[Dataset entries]
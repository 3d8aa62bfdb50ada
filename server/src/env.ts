import * as z from 'zod/mini';

const text = z.string().check(z.minLength(1));
const url = z.url('it is not an address such as http://127.0.0.1:4310');
const secret = z.string().check(z.minLength(32, 'it has to be at least 32 characters long'));
const PORT_WORDS = 'it is not a port from 0 to 65535';
const port = z.coerce.number(PORT_WORDS).check(z.int(PORT_WORDS), z.gte(0, PORT_WORDS), z.lte(65535, PORT_WORDS));
const COUNT_WORDS = 'it is not a whole number from 1';
const LEVELS = ['fatal', 'error', 'warn', 'info', 'debug', 'silent'] as const;
const oneOf = <const T extends readonly string[]>(values: T) => z.enum(values, `it is none of ${values.join(', ')}`);

const environmentSchema = z.object({
  NODE_ENV: z._default(oneOf(['development', 'production', 'test']), 'production'),
  LOG_LEVEL: z._default(oneOf(LEVELS), 'info'),
  FOLDWRIGHT_HOST: z._default(text, '127.0.0.1'),
  FOLDWRIGHT_PORT: z._default(port, 4310),
  FOLDWRIGHT_PUBLIC_URL: z.optional(url),
  FOLDWRIGHT_REQUESTS_PER_MINUTE: z._default(
    z.coerce.number(COUNT_WORDS).check(z.int(COUNT_WORDS), z.gte(1, COUNT_WORDS)),
    3000,
  ),
  DATABASE_URL: url,
  SESSION_SECRET: secret,
  FILES_DIR: z._default(text, '.data/files'),
  WEB_DIST: z._default(text, 'dist/foldwright/browser'),
  PAYMENT_API_KEY: text,
  PAYMENT_HOST_URL: url,
  PAYMENT_WEBHOOK_SECRET: text,
  CUTTING_SERVICE_URL: url,
  CUTTING_SERVICE_KEY: text,
  CUTTING_SERVICE_CALLBACK_SECRET: text,
  SMTP_URL: url,
  MAIL_FROM: z._default(text, 'Foldwright <no-reply@foldwright.example.test>'),
});

const migrationSchema = z.object({
  LOG_LEVEL: z._default(oneOf(LEVELS), 'info'),
  DATABASE_OWNER_URL: url,
  DATABASE_URL: url,
  FILES_DIR: z._default(text, '.data/files'),
  FOLDWRIGHT_SEED_DEMO: z._default(oneOf(['yes', 'no']), 'yes'),
});

/** Everything the web process and the worker take from outside. Names say what they are; see DEVELOPERS.md. */
export interface Environment {
  readonly mode: 'development' | 'production' | 'test';
  readonly logLevel: string;
  readonly host: string;
  readonly port: number;
  /** Where people reach this installation; links in mails and the origin check use it. */
  readonly publicUrl: string;
  readonly requestsPerMinute: number;
  readonly databaseUrl: string;
  readonly sessionSecret: string;
  readonly filesDirectory: string;
  readonly webDirectory: string;
  readonly payment: { readonly apiKey: string; readonly hostUrl: string; readonly webhookSecret: string };
  readonly cutting: { readonly url: string; readonly key: string; readonly callbackSecret: string };
  readonly mail: { readonly smtpUrl: string; readonly from: string };
}

/** What `migrate` needs: the owner's address, and the application's to give its role the password in it. */
export interface MigrationEnvironment {
  readonly logLevel: string;
  readonly ownerUrl: string;
  readonly databaseUrl: string;
  readonly applicationPassword: string;
  readonly filesDirectory: string;
  readonly seedsDemo: boolean;
}

/** A setting that can't be used; the message names the variable and says what is wrong, fit for a terminal. */
export class EnvironmentError extends Error {}

type Source = Readonly<Record<string, string | undefined>>;

function parse<S extends z.ZodMiniType>(schema: S, source: Source): z.output<S> {
  // An empty variable counts as absent, so that a line in a service file can be blanked.
  const present = Object.fromEntries(Object.entries(source).filter(([, value]) => value !== undefined && value !== ''));
  const result = z.safeParse(schema, present);
  if (result.success) return result.data;
  const lines = result.error.issues.map((issue) => {
    const name = String(issue.path[0]);
    return present[name] === undefined ? `${name} is missing.` : `${name} can’t be used: ${issue.message}.`;
  });
  throw new EnvironmentError(lines.join('\n'));
}

/**
 * Settings of the web process and the worker.
 * @throws EnvironmentError naming every variable that is missing or can't be used.
 */
export function readEnvironment(source: Source = process.env): Environment {
  const env = parse(environmentSchema, source);
  return {
    mode: env.NODE_ENV,
    logLevel: env.LOG_LEVEL,
    host: env.FOLDWRIGHT_HOST,
    port: env.FOLDWRIGHT_PORT,
    publicUrl: (env.FOLDWRIGHT_PUBLIC_URL ?? `http://127.0.0.1:${env.FOLDWRIGHT_PORT}`).replace(/\/$/, ''),
    requestsPerMinute: env.FOLDWRIGHT_REQUESTS_PER_MINUTE,
    databaseUrl: env.DATABASE_URL,
    sessionSecret: env.SESSION_SECRET,
    filesDirectory: env.FILES_DIR,
    webDirectory: env.WEB_DIST,
    payment: {
      apiKey: env.PAYMENT_API_KEY,
      hostUrl: env.PAYMENT_HOST_URL,
      webhookSecret: env.PAYMENT_WEBHOOK_SECRET,
    },
    cutting: {
      url: env.CUTTING_SERVICE_URL,
      key: env.CUTTING_SERVICE_KEY,
      callbackSecret: env.CUTTING_SERVICE_CALLBACK_SECRET,
    },
    mail: { smtpUrl: env.SMTP_URL, from: env.MAIL_FROM },
  };
}

/**
 * Settings of the migration program.
 * @throws EnvironmentError naming every variable that is missing or can't be used.
 */
export function readMigrationEnvironment(source: Source = process.env): MigrationEnvironment {
  const env = parse(migrationSchema, source);
  const applicationPassword = decodeURIComponent(new URL(env.DATABASE_URL).password);
  if (applicationPassword === '') {
    throw new EnvironmentError('DATABASE_URL can’t be used: it carries no password for the application’s role.');
  }
  return {
    logLevel: env.LOG_LEVEL,
    ownerUrl: env.DATABASE_OWNER_URL,
    databaseUrl: env.DATABASE_URL,
    applicationPassword,
    filesDirectory: env.FILES_DIR,
    seedsDemo: env.FOLDWRIGHT_SEED_DEMO === 'yes',
  };
}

### Action item
Output every line above so that it reads exactly as before.

### Problem solution
repository 3d8aa62bfdb50ada
filename server/src/env.ts
import * as z from 'zod/mini';

const text = z.string().check(z.minLength(1));
const url = z.url('it is not an address such as http://127.0.0.1:4310');
const secret = z.string().check(z.minLength(32, 'it has to be at least 32 characters long'));
const PORT_WORDS = 'it is not a port from 0 to 65535';
const port = z.coerce.number(PORT_WORDS).check(z.int(PORT_WORDS), z.gte(0, PORT_WORDS), z.lte(65535, PORT_WORDS));
const COUNT_WORDS = 'it is not a whole number from 1';
const LEVELS = ['fatal', 'error', 'warn', 'info', 'debug', 'silent'] as const;
const oneOf = <const T extends readonly string[]>(values: T) => z.enum(values, `it is none of ${values.join(', ')}`);

const environmentSchema = z.object({
  NODE_ENV: z._default(oneOf(['development', 'production', 'test']), 'production'),
  LOG_LEVEL: z._default(oneOf(LEVELS), 'info'),
  FOLDWRIGHT_HOST: z._default(text, '127.0.0.1'),
  FOLDWRIGHT_PORT: z._default(port, 4310),
  FOLDWRIGHT_PUBLIC_URL: z.optional(url),
  FOLDWRIGHT_REQUESTS_PER_MINUTE: z._default(
    z.coerce.number(COUNT_WORDS).check(z.int(COUNT_WORDS), z.gte(1, COUNT_WORDS)),
    3000,
  ),
  DATABASE_URL: url,
  SESSION_SECRET: secret,
  FILES_DIR: z._default(text, '.data/files'),
  WEB_DIST: z._default(text, 'dist/foldwright/browser'),
  PAYMENT_API_KEY: text,
  PAYMENT_HOST_URL: url,
  PAYMENT_WEBHOOK_SECRET: text,
  CUTTING_SERVICE_URL: url,
  CUTTING_SERVICE_KEY: text,
  CUTTING_SERVICE_CALLBACK_SECRET: text,
  SMTP_URL: url,
  MAIL_FROM: z._default(text, 'Foldwright <no-reply@foldwright.example.test>'),
});

const migrationSchema = z.object({
  LOG_LEVEL: z._default(oneOf(LEVELS), 'info'),
  DATABASE_OWNER_URL: url,
  DATABASE_URL: url,
  FILES_DIR: z._default(text, '.data/files'),
  FOLDWRIGHT_SEED_DEMO: z._default(oneOf(['yes', 'no']), 'yes'),
});

/** Everything the web process and the worker take from outside. Names say what they are; see DEVELOPERS.md. */
export interface Environment {
  readonly mode: 'development' | 'production' | 'test';
  readonly logLevel: string;
  readonly host: string;
  readonly port: number;
  /** Where people reach this installation; links in mails and the origin check use it. */
  readonly publicUrl: string;
  readonly requestsPerMinute: number;
  readonly databaseUrl: string;
  readonly sessionSecret: string;
  readonly filesDirectory: string;
  readonly webDirectory: string;
  readonly payment: { readonly apiKey: string; readonly hostUrl: string; readonly webhookSecret: string };
  readonly cutting: { readonly url: string; readonly key: string; readonly callbackSecret: string };
  readonly mail: { readonly smtpUrl: string; readonly from: string };
}

/** What `migrate` needs: the owner's address, and the application's to give its role the password in it. */
export interface MigrationEnvironment {
  readonly logLevel: string;
  readonly ownerUrl: string;
  readonly databaseUrl: string;
  readonly applicationPassword: string;
  readonly filesDirectory: string;
  readonly seedsDemo: boolean;
}

/** A setting that can't be used; the message names the variable and says what is wrong, fit for a terminal. */
export class EnvironmentError extends Error {}

type Source = Readonly<Record<string, string | undefined>>;

function parse<S extends z.ZodMiniType>(schema: S, source: Source): z.output<S> {
  // An empty variable counts as absent, so that a line in a service file can be blanked.
  const present = Object.fromEntries(Object.entries(source).filter(([, value]) => value !== undefined && value !== ''));
  const result = z.safeParse(schema, present);
  if (result.success) return result.data;
  const lines = result.error.issues.map((issue) => {
    const name = String(issue.path[0]);
    return present[name] === undefined ? `${name} is missing.` : `${name} can’t be used: ${issue.message}.`;
  });
  throw new EnvironmentError(lines.join('\n'));
}

/**
 * Settings of the web process and the worker.
 * @throws EnvironmentError naming every variable that is missing or can't be used.
 */
export function readEnvironment(source: Source = process.env): Environment {
  const env = parse(environmentSchema, source);
  return {
    mode: env.NODE_ENV,
    logLevel: env.LOG_LEVEL,
    host: env.FOLDWRIGHT_HOST,
    port: env.FOLDWRIGHT_PORT,
    publicUrl: (env.FOLDWRIGHT_PUBLIC_URL ?? `http://127.0.0.1:${env.FOLDWRIGHT_PORT}`).replace(/\/$/, ''),
    requestsPerMinute: env.FOLDWRIGHT_REQUESTS_PER_MINUTE,
    databaseUrl: env.DATABASE_URL,
    sessionSecret: env.SESSION_SECRET,
    filesDirectory: env.FILES_DIR,
    webDirectory: env.WEB_DIST,
    payment: {
      apiKey: env.PAYMENT_API_KEY,
      hostUrl: env.PAYMENT_HOST_URL,
      webhookSecret: env.PAYMENT_WEBHOOK_SECRET,
    },
    cutting: {
      url: env.CUTTING_SERVICE_URL,
      key: env.CUTTING_SERVICE_KEY,
      callbackSecret: env.CUTTING_SERVICE_CALLBACK_SECRET,
    },
    mail: { smtpUrl: env.SMTP_URL, from: env.MAIL_FROM },
  };
}

/**
 * Settings of the migration program.
 * @throws EnvironmentError naming every variable that is missing or can't be used.
 */
export function readMigrationEnvironment(source: Source = process.env): MigrationEnvironment {
  const env = parse(migrationSchema, source);
  const applicationPassword = decodeURIComponent(new URL(env.DATABASE_URL).password);
  if (applicationPassword === '') {
    throw new EnvironmentError('DATABASE_URL can’t be used: it carries no password for the application’s role.');
  }
  return {
    logLevel: env.LOG_LEVEL,
    ownerUrl: env.DATABASE_OWNER_URL,
    databaseUrl: env.DATABASE_URL,
    applicationPassword,
    filesDirectory: env.FILES_DIR,
    seedsDemo: env.FOLDWRIGHT_SEED_DEMO === 'yes',
  };
}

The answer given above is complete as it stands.